By definition of these crimes, the scope of the statistical analysis in this paper is
restricted. For domestic murder, the data available in the Dowry Death category restricts
our subject to (young) married women, within their first seven years of marriage. The
crime does not specify the reason for the murder and does not include extramarital
murder cases. For domestic abuse, however, the data available in the Cruelty category is
somewhat less restrictive, as it potentially includes all married women. Since non-
married cohabitation is not culturally acceptable in India, we can assume that this covers
the vast majority of women in partnership with men, though does exclude various groups
and circumstances (such as same-sex and extramarital relationships). The Cruelty crime
itself does not differentiate between different forms of abuse: It includes physical
violence, sexual violence, neglect, and economic violence (as defined in Fawole, 2008:
168). Therefore, we can only test a restricted subset of wife-murders and wife-abuse in
India. I will refer to the two crimes as “domestic violence”, with the understanding that
they do not encompass the breadth of the subject and, unfortunately, exclude
consideration of male victims.

The crime statistics are provided as aggregate data sets of rates (per 100,000 people) of
Dowry Death and Cruelty crimes for each state, Union Territory and major city in India
(see table 1 for a data sample). Whilst this means that we are not able to statistically test
household-level determinants of domestic violence, the data may clarify which states
have higher or lower levels of abuse (Cruelty) and murder (Dowry Death) of wives.
Armed with this large-scale data, we can ask a number of pertinent questions: Why do
rates of domestic violence vary from one state to another; is there a fundamental
underlying current that drives this; are there patterns that can be observed and explained?

{Table 1 about here}

Factor analysis

To compare the crime rates across India, we need data to help us distinguish between the
Indian states. This data should convey information about both the patriarchal norms (e.g.
female literacy and female infanticide) and the structural inequalities (e.g. wealth and
caste). For this purpose, a selection of state socioeconomic indicators were obtained,
including education, wealth, urbanity, industrialization, health, male preference and
fertility rates4.

In an ideal scenario, we would regress all of these state indicators against the crimes in
order to determine which have most influence. However, the more variables we use, the
more degrees of freedom this introduces, and the analysis becomes less robust. One
solution to this problem is to employ “factor analysis” to group the socioeconomic
indicators into a few, uncorrelated “factors”. The specific state indicators used to create
these factors were those that gave the best correlations with the crime rates, interpretable
“factor patterns” and optimal regression results5. The socioeconomic indicators used for
the factor analysis in the Dowry Death regression are listed in table 26.

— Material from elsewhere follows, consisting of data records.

func run() error {
	data := flag.String("data", filepath.Join(".cache", "data"), "folder filled by scripts/fetch-data.sh")
	seed := flag.Uint64("seed", 1, "seed of the generator")
	nCases := flag.Int("cases", 40, "cases (suspicious/source document pairs) per level")
	nClean := flag.Int("clean", 40, "documents without reuse per level")
	quick := flag.Bool("quick", false, "only the default settings of each unit")
	keep := flag.String("keep", "", "write the generated corpora under this folder and keep them")
	try := flag.String("try", "", "only score these reprise scan flags (e.g. '--unit words --gap 40') at each level, for exploring")
	check := flag.Bool("check", false, "-try: exit with status 1 when at any level a pair is reported that is not a case (pair precision under 0.99) or the shared template is reported (the invariants CI checks on a small corpus)")
	misses := flag.Bool("misses", false, "-try: also list each case not matched exactly (its reported spans against the truth, in bytes)")
	flag.Parse()

	samples, err := brown.Load(filepath.Join(*data, "brown"))
	if err != nil {
		return err
	}
	need := (len(levels) - 1) * (2**nCases + *nClean)
	if need > len(samples) {
		return fmt.Errorf("%d samples needed (-cases %d, -clean %d), the corpus has %d", need, *nCases, *nClean, len(samples))
	}
	rng := rand.New(rand.NewPCG(*seed, 0x5eed))
	order := rng.Perm(len(samples))
	vocab := vocabulary(samples)
	syn, err := loadSynonyms(wordnetDir)
	if err != nil {
		return err
	}

	work := *keep
	if work == "" {
		if work, err = os.MkdirTemp("", "reprise-evaluate-"); err != nil {
			return err
		}
		defer os.RemoveAll(work)
	}
	bin := filepath.Join(work, "reprise")
	if out, err := exec.Command("go", "build", "-o", bin, "./cmd/reprise").CombinedOutput(); err != nil {
		return fmt.Errorf("go build: %v\n%s", err, out)
	}

	var corpora []*corpusOf
	next := 0
	for _, level := range levels {
		if level == "rewrite" {
			// Its own generator and order of samples: the other levels'
			// corpora are those they were before it was added.
			rng = rand.New(rand.NewPCG(*seed, 0x4e3d17e))
			order, next = rng.Perm(len(samples)), 0
		}
		take := func(n int) []brown.Sample {
			out := make([]brown.Sample, n)
			for i := range out {
				out[i] = samples[order[next]]
				next++
			}
			return out
		}
		c, err := generate(level, filepath.Join(work, level), take(*nCases), take(*nCases), take(*nClean), vocab, syn, rng)
		if err != nil {
			return err
		}
		corpora = append(corpora, c)
	}
	words := 0
	for _, c := range corpora {
		for _, d := range c.docs {
			words += shingle.CountWords(d.text)
		}
	}
	fmt.Printf("Benchmark: seed %d; per level %d cases (2-15 sentences), %d source and %d clean documents, "+
		"all %d documents carrying the template; %d documents, %d words in all.\n\n",
		*seed, *nCases, *nCases, *nClean, 2**nCases+*nClean, len(corpora)*(2**nCases+*nClean), words)

	ev := &evaluator{bin: bin, corpora: corpora}
	if *try != "" {
		return ev.try(strings.Fields(*try), *misses, *check)
	}
	if !*quick {
		if err := ev.sweeps(); err != nil {
			return err
		}
	}
	return ev.defaults()
}

// setting is one way of running reprise.
type setting struct {
	name string
	args []string
}

func sentenceSetting(minWords int) setting {
	return setting{fmt.Sprintf("sentence, min-words %d", minWords), []string{"--unit", "sentence", "--min-words", fmt.Sprint(minWords)}}
}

When factor analysis was performed, the resulting factor pattern (i.e. table 2) emerged
with three distinct factors (see table 2 column headings). Each factor represents a
different combination of state socioeconomic indicators, with the weighting indicated by
the “weighting values”. The closer the weighting is to ±1, the more the corresponding
state socioeconomic indicator dominates the factor (as indicated in bold in table 2). The
first factor in table 2 appears to be dominantly influenced by a state’s female literacy rate,
average female age at marriage, fertility rate, infant mortality rate and murder rate. Thus
this factor will be henceforth called the ‘human development’ factor. The second factor in
table 2 is influenced by son preference, child gender ratio and average household size7.
Thus the second factor will be called the ‘gender-equality development’ factor. The third
factor in table 2 is dominated by the percentage of a state’s population with electricity,
urban-living and full-time female workers. Thus this factor will be called the ‘urban
development’ factor.

{Table 2 about here (includes note8)}

Multivariate linear regression

Multivariate linear regressions of the crimes data were performed using Dowry Death,
and then Cruelty crime rates, as the dependent (y) variables, and the development factors
listed above as the independent (x) variables. The form of the multivariate equation used
was

Equation1

where “Crime Y” is a vector of the states’ Dowry Death or Cruelty rates; “N” is the
number of independent variables (in this case N= 3); “b(i)” are the unknown regression
coefficient values to be solved for; “b(0)” is the y-intercept; and “Var X(i)” are the
independent variable vectors, that is, the ‘human development’, ‘gender development’
and ‘urban development’ factors. The purpose of the regressions is to uncover the values
of b(i), and test whether these values are statistically significant. The values of the
regression coefficients b(i=1,2,3) will indicate the type and strength of relationships
between the crimes and the development factors, giving us insight into the domestic
violence crime patterns across India.

Results
Dowry Death multivariate regression

Equation 2
Dowry Death= -0.273 Human Dev + -0.175 Gender Dev + -0.144 Urban Dev + 0.664
(where Dev represents ‘development factor’)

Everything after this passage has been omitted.